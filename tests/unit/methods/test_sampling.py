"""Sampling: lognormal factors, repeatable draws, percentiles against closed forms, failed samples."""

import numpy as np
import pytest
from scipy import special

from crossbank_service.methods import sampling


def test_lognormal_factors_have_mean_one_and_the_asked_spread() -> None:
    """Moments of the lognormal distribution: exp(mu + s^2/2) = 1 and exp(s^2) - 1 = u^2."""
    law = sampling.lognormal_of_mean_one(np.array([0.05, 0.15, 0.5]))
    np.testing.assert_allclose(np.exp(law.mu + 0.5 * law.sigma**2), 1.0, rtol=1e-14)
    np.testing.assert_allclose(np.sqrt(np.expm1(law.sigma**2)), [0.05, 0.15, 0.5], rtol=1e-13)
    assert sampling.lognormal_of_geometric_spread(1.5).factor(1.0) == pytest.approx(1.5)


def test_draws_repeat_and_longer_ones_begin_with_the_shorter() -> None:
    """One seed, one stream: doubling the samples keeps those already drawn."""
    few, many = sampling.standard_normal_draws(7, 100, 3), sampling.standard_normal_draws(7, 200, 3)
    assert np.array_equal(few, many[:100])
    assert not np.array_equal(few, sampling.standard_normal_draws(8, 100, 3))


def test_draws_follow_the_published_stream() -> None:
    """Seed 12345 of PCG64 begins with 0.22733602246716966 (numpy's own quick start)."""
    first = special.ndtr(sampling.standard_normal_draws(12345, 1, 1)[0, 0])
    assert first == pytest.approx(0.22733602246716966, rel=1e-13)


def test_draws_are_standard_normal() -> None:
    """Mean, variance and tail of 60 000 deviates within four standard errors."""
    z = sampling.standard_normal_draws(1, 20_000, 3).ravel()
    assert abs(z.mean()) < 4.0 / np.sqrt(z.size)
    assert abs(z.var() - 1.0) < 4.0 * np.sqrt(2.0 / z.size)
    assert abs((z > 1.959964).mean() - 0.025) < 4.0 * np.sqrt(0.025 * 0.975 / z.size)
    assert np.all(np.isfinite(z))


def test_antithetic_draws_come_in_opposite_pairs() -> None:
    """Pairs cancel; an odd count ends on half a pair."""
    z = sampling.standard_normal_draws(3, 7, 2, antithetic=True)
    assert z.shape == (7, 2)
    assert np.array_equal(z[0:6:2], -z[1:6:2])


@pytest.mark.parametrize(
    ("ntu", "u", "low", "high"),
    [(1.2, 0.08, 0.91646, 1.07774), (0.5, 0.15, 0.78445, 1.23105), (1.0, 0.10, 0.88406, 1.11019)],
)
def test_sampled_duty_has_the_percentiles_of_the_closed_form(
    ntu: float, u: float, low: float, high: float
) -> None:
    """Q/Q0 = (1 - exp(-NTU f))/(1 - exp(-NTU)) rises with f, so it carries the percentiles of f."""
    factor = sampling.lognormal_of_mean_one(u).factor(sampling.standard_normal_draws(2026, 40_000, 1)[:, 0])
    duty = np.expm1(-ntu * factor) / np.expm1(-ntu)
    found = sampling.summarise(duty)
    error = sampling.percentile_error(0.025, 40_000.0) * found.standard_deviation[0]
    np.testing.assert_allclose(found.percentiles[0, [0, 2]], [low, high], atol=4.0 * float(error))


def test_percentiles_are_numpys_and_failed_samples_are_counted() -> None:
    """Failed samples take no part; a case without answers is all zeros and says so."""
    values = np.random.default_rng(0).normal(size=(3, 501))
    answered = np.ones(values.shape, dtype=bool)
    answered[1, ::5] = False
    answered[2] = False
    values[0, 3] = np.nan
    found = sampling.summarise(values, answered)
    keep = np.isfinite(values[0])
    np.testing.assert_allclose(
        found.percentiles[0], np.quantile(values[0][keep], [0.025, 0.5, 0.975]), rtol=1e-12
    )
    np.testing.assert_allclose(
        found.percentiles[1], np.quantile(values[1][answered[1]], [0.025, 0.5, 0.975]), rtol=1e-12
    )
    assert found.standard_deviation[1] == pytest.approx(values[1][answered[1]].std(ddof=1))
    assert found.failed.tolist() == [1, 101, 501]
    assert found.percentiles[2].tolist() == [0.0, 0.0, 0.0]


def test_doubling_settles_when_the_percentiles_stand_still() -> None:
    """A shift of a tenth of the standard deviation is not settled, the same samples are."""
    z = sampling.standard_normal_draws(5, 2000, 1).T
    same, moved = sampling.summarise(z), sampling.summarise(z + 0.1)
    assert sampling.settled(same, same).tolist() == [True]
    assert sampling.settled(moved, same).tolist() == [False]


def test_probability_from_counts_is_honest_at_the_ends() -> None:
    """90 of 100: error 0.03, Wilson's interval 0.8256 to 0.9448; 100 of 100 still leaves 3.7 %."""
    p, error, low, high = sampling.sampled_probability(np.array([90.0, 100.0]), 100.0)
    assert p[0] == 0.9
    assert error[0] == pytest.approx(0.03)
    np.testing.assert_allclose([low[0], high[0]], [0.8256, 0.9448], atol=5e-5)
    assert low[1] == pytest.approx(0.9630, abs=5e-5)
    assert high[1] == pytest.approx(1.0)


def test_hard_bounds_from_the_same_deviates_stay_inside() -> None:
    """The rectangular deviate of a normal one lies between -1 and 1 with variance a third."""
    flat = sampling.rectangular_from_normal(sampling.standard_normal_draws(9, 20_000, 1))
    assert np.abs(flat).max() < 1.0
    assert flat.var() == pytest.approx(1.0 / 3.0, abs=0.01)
**********
## ACTIVITY
Quote the listing above, but only from the line that shows "of the lognormal" through the line that shows "sampling.standard_normal_draws(7, 200, 3)".

## SOLVED PROBLEM
    """Moments of the lognormal distribution: exp(mu + s^2/2) = 1 and exp(s^2) - 1 = u^2."""
    law = sampling.lognormal_of_mean_one(np.array([0.05, 0.15, 0.5]))
    np.testing.assert_allclose(np.exp(law.mu + 0.5 * law.sigma**2), 1.0, rtol=1e-14)
    np.testing.assert_allclose(np.sqrt(np.expm1(law.sigma**2)), [0.05, 0.15, 0.5], rtol=1e-13)
    assert sampling.lognormal_of_geometric_spread(1.5).factor(1.0) == pytest.approx(1.5)


def test_draws_repeat_and_longer_ones_begin_with_the_shorter() -> None:
    """One seed, one stream: doubling the samples keeps those already drawn."""
    few, many = sampling.standard_normal_draws(7, 100, 3), sampling.standard_normal_draws(7, 200, 3)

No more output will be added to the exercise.